EXERCISE BRIEF - Restate word for word the lines of the entries below, starting with the line that holds "fleet: the floor" and ending with the line that holds "signals, long interval)", and no others.

STORED DATA -
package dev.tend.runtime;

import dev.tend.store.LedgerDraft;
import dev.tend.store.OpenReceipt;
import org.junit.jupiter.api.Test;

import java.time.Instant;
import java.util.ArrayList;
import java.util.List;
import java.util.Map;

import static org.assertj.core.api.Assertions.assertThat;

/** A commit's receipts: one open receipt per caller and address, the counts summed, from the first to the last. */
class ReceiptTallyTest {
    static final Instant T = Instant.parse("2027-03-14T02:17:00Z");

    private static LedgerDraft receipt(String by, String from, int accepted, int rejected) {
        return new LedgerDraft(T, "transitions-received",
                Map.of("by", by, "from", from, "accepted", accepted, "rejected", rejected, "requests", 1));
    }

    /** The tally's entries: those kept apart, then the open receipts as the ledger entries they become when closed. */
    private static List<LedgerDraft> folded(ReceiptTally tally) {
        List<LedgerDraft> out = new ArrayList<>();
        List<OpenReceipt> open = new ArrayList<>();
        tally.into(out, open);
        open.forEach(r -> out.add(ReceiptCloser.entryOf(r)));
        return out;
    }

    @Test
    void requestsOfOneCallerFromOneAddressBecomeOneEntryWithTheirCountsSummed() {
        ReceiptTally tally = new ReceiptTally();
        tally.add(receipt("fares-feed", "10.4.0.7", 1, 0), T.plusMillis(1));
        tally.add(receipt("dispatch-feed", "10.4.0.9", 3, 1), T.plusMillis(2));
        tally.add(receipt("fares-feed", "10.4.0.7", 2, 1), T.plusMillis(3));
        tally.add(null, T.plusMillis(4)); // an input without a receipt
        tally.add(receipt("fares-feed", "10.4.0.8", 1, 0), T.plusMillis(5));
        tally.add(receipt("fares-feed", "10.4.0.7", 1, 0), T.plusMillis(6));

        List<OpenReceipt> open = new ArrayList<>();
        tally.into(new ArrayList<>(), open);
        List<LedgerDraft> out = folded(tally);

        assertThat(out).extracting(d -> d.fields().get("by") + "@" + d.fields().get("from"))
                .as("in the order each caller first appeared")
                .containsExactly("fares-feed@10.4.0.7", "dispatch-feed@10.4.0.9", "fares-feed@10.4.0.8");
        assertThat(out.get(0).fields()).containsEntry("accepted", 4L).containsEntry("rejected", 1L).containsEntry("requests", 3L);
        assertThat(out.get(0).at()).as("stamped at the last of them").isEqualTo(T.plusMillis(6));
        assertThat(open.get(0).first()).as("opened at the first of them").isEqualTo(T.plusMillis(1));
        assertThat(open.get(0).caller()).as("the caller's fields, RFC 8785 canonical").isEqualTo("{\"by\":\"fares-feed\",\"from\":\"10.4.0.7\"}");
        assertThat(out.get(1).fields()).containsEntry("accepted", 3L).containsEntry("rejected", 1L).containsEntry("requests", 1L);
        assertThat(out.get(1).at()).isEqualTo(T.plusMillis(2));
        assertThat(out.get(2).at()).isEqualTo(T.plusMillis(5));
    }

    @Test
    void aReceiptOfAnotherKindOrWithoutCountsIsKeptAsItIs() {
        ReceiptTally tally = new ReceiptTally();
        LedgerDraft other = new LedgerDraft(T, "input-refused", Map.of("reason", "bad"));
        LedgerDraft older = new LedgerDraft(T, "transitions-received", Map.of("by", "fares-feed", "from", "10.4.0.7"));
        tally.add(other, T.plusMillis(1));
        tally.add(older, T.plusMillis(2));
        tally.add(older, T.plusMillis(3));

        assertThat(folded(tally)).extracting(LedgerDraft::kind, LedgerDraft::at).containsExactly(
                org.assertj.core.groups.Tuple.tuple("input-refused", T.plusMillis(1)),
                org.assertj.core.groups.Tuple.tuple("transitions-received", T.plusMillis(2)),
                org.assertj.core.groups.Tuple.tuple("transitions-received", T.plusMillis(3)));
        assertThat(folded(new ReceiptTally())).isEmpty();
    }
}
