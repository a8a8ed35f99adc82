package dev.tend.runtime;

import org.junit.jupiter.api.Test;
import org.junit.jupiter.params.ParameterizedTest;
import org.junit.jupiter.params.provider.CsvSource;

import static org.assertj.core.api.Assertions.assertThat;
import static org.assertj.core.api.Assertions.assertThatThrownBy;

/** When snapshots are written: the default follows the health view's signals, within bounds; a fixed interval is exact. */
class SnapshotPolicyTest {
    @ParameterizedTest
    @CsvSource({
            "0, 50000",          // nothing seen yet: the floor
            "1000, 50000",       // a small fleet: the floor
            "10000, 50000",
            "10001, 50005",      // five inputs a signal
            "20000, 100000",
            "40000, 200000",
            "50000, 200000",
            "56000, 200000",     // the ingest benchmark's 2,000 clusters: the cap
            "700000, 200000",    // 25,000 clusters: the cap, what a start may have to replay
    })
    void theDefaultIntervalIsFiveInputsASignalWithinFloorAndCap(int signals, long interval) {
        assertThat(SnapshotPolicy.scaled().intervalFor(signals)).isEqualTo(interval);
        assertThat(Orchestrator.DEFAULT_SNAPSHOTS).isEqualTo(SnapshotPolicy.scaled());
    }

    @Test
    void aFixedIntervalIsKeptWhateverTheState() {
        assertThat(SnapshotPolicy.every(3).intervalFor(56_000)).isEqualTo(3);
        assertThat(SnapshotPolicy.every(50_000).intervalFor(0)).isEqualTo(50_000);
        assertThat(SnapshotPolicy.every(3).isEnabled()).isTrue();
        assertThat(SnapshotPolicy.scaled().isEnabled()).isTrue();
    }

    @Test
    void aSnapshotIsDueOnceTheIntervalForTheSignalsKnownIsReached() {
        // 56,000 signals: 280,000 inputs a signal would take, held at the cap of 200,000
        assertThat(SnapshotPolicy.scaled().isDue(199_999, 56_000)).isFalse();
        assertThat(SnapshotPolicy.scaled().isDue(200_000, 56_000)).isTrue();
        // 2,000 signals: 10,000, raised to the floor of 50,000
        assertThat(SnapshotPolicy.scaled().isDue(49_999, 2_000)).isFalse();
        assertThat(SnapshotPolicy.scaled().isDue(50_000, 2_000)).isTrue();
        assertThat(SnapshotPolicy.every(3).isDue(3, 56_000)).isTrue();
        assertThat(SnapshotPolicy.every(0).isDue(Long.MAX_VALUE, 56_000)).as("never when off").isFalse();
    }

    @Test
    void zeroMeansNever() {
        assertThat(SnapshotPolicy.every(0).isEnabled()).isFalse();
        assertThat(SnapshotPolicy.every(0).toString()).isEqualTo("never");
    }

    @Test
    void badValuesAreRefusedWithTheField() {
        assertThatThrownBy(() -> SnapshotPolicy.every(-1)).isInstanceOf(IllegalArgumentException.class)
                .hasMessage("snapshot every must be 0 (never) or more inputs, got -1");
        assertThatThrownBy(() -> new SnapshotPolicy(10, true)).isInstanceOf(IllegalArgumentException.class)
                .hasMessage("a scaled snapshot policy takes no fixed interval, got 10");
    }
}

RESULT OF THE EXERCISE -
            "1000, 50000",       // a small fleet: the floor
            "10000, 50000",
            "10001, 50005",      // five inputs a signal
            "20000, 100000",
            "40000, 200000",
            "50000, 200000",
            "56000, 200000",     // the ingest benchmark's 2,000 clusters: the cap
            "700000, 200000",    // 25,000 clusters: the cap, what a start may have to replay
    })
    void theDefaultIntervalIsFiveInputsASignalWithinFloorAndCap(int signals, long interval) {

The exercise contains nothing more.